Why the Japanese Are a Superior People!

Why the Japanese Are a Superior People!
Author: Boye Lafayette De Mente
Publisher: Cultural-Insight Books
Total Pages: 127
Release: 2009-07
Genre: Business & Economics
ISBN: 0914778552

Boye Lafayette De Mente-author of more than 50 books on the business practices, cultures and languages of China, Japan, Korea and Mexico-identifies and describes the cultural elements that made the Japanese an extraordinary people-elements based on the fact that the Japanese are right-brain oriented but are able to use both sides of their brain...with remarkable results that are responsible for their economic prowess, their aesthetic prowess, and the seductive nature of their culture. He pinpoints the areas where the Japanese have conspicuous advantages over Americans and other left-brain oriented people. A Must Read for anyone interested in understanding the character and mindset of the Japanese for whatever purpose."

War without Mercy

War without Mercy
Author: John Dower
Publisher: Pantheon
Total Pages: 411
Release: 2012-03-28
Genre: History
ISBN: 0307816141

WINNER OF THE NATIONAL BOOK CRITICS CIRCLE AWARD • AN AMERICAN BOOK AWARD FINALIST • A monumental history that has been hailed by The New York Times as “one of the most original and important books to be written about the war between Japan and the United States.” In this monumental history, Professor John Dower reveals a hidden, explosive dimension of the Pacific War—race—while writing what John Toland has called “a landmark book ... a powerful, moving, and evenhanded history that is sorely needed in both America and Japan.” Drawing on American and Japanese songs, slogans, cartoons, propaganda films, secret reports, and a wealth of other documents of the time, Dower opens up a whole new way of looking at that bitter struggle of four and a half decades ago and its ramifications in our lives today. As Edwin O. Reischauer, former ambassador to Japan, has pointed out, this book offers “a lesson that the postwar generations need most ... with eloquence, crushing detail, and power.”

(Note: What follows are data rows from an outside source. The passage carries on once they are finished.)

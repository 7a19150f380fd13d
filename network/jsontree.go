package network

import (
	"bytes"
	"encoding/json"
	"errors"
	"fmt"
	"io"
	"strings"
)

// jnode is a JSON value with the byte offset where it starts, so that the
// model reader can say on which line and column each problem is.
type jnode struct {
	kind  byte // '{' object, '[' list, '"' text, '0' number, 'b' true/false, 'n' null
	off   int64
	keys  []string // object keys in file order
	kOffs []int64  // where each key starts
	vals  []*jnode // object values, in the order of keys
	items []*jnode // list items
	str   string
	num   json.Number
	b     bool
}

// get returns the value of key k of an object.
func (n *jnode) get(k string) (*jnode, bool) {
	for i, key := range n.keys {
		if key == k {
			return n.vals[i], true
		}
	}
	return nil, false
}

// what names the kind of n for messages.
func (n *jnode) what() string {
	switch n.kind {
	case '{':
		return "an object"
	case '[':
		return "a list"
	case '"':
		return "text"
	case 'b':
		return "true/false"
	case 'n':
		return "null"
	}
	return "a number"
}

// syntaxError is a JSON syntax error at a byte offset.
type syntaxError struct {
	off int64
	msg string
}

func (e *syntaxError) Error() string { return e.msg }

// parseJSON reads one JSON value from data into a tree, and refuses text
// after it.
func parseJSON(data []byte) (*jnode, error) {
	p := &jparser{data: data, dec: json.NewDecoder(bytes.NewReader(data))}
	p.dec.UseNumber()
	tok, err := p.token()
	if err != nil {
		return nil, err
	}
	n, err := p.value(tok)
	if err != nil {
		return nil, err
	}
	off := p.dec.InputOffset()
	if rest := data[off:]; len(bytes.TrimSpace(rest)) > 0 {
		off += int64(len(rest) - len(bytes.TrimLeft(rest, " \t\r\n")))
		return nil, &syntaxError{off, "unexpected text after the end of the model"}
	}
	return n, nil
}

type jparser struct {
	data  []byte
	dec   *json.Decoder
	start int64 // where the last token starts
}

// token reads the next token and remembers where it starts.
func (p *jparser) token() (json.Token, error) {
	off := p.dec.InputOffset()
	tok, err := p.dec.Token()
	if err != nil {
		var se *json.SyntaxError
		switch {
		case err == io.EOF || err == io.ErrUnexpectedEOF || strings.Contains(err.Error(), "unexpected end"):
			return nil, &syntaxError{int64(len(p.data)), "the file ends too early; is a closing brace or bracket missing?"}
		case errors.As(err, &se):
			return nil, &syntaxError{se.Offset, "invalid JSON: " + se.Error()}
		}
		return nil, &syntaxError{off, "invalid JSON: " + err.Error()}
	}
	// Skip the space and the ',' or ':' the decoder consumed before the
	// token.
	for off < int64(len(p.data)) && strings.IndexByte(" \t\r\n,:", p.data[off]) >= 0 {
		off++
	}
	p.start = off
	return tok, nil
}

func (p *jparser) value(tok json.Token) (*jnode, error) {
	n := &jnode{off: p.start}
	switch t := tok.(type) {
	case json.Delim:
		switch t {
		case '{':
			n.kind = '{'
			for p.dec.More() {
				kt, err := p.token()
				if err != nil {
					return nil, err
				}
				koff := p.start
				k, _ := kt.(string)
				vt, err := p.token()
				if err != nil {
					return nil, err
				}
				v, err := p.value(vt)
				if err != nil {
					return nil, err
				}
				n.keys, n.kOffs, n.vals = append(n.keys, k), append(n.kOffs, koff), append(n.vals, v)
			}
		case '[':
			n.kind = '['
			for p.dec.More() {
				vt, err := p.token()
				if err != nil {
					return nil, err
				}
				v, err := p.value(vt)
				if err != nil {
					return nil, err
				}
				n.items = append(n.items, v)
			}
		default:
			return nil, &syntaxError{p.start, fmt.Sprintf("invalid JSON: unexpected %q", rune(t))}
		}
		if _, err := p.token(); err != nil { // the closing delimiter
			return nil, err
		}
	case string:
		n.kind, n.str = '"', t
	case json.Number:
		n.kind, n.num = '0', t
	case bool:
		n.kind, n.b = 'b', t
	case nil:
		n.kind = 'n'
	}
	return n, nil
}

The Making of Japanese Settler Colonialism

The Making of Japanese Settler Colonialism
Author: Sidney Xu Lu
Publisher: Cambridge University Press
Total Pages: 331
Release: 2019-07-25
Genre: History
ISBN: 1108482422

Shows how Japanese anxiety about overpopulation was used to justify expansion, blurring lines between migration and settler colonialism. This title is also available as Open Access.

Rice as Self

Rice as Self
Author: Emiko Ohnuki-Tierney
Publisher: Princeton University Press
Total Pages: 198
Release: 1994-11-14
Genre: Social Science
ISBN: 1400820979

Are we what we eat? What does food reveal about how we live and how we think of ourselves in relation to others? Why do people have a strong attachment to their own cuisine and an aversion to the foodways of others? In this engaging account of the crucial significance rice has for the Japanese, Rice as Self examines how people use the metaphor of a principal food in conceptualizing themselves in relation to other peoples. Emiko Ohnuki-Tierney traces the changing contours that the Japanese notion of the self has taken as different historical Others--whether Chinese or Westerner--have emerged, and shows how rice and rice paddies have served as the vehicle for this deliberation. Using Japan as an example, she proposes a new cross-cultural model for the interpretation of the self and other.

Re-inventing Japan

Re-inventing Japan
Author: Tessa Morris-Suzuki
Publisher: Routledge
Total Pages: 256
Release: 2015-03-04
Genre: Literary Criticism
ISBN: 1317461150

This text rethinks the contours of Japanese history, culture and nationality. Challenging the mythology of a historically unitary, even monolithic Japan, it offers a different perspective on culture and identity in modern Japan.

Excess Baggage

Excess Baggage
Author: Karen Ma
Publisher: China Books & Periodicals
Total Pages: 0
Release: 2013
Genre: Chinese
ISBN: 9780835100465

With vivid prose, Karen Ma takes us on a momentous journey with a Chinese family as it tries to grow new roots in a foreign land."-Geling Yan, author of Banquet Bug, White Snake, and The Flowers of War Karen Ma's debut novel chronicles two Chinese sisters, one raised in China during the desolate years of the Cultural Revolution; the other in Japan during the freewheeling years of bubble capitalism. They reunite as adults in Tokyo in the early 1990s, and as the sisters circle warily, their distrust grows, fueled by family lies and secrets. Exploring themes of identity, alienation, love, jealousy, and family obligations in the face of cultural and geographic adversity, ultimately each must confront a fundamental question: what's the meaning of home when your roots aren't secure? Karen Ma is the author of The Modern Madame Butterfly (Tuttle Publishing, 2006). She has lived a combined twenty years in China and Japan working as a writer and journalist."

Naomi

Naomi
Author: Jun'ichirō Tanizaki
Publisher: ببلومانيا للنشر والتوزيع
Total Pages: 232
Release: 2024-03-16
Genre: Fiction
ISBN:

A hilarious story of one man’s obsession and a brilliant reckoning of a nation’s cultural confusion—from a master Japanese novelist. When twenty-eight-year-old Joji first lays eyes upon the teenage waitress Naomi, he is instantly smitten by her exotic, almost Western appearance. Determined to transform her into the perfect wife and to whisk her away from the seamy underbelly of post-World War I Tokyo, Joji adopts and ultimately marries Naomi, paying for English and music lessons that promise to mold her into his ideal companion. But as she grows older, Joji discovers that Naomi is far from the naïve girl of his fantasies. And, in Tanizaki’s masterpiece of lurid obsession, passion quickly descends into comically helpless masochism.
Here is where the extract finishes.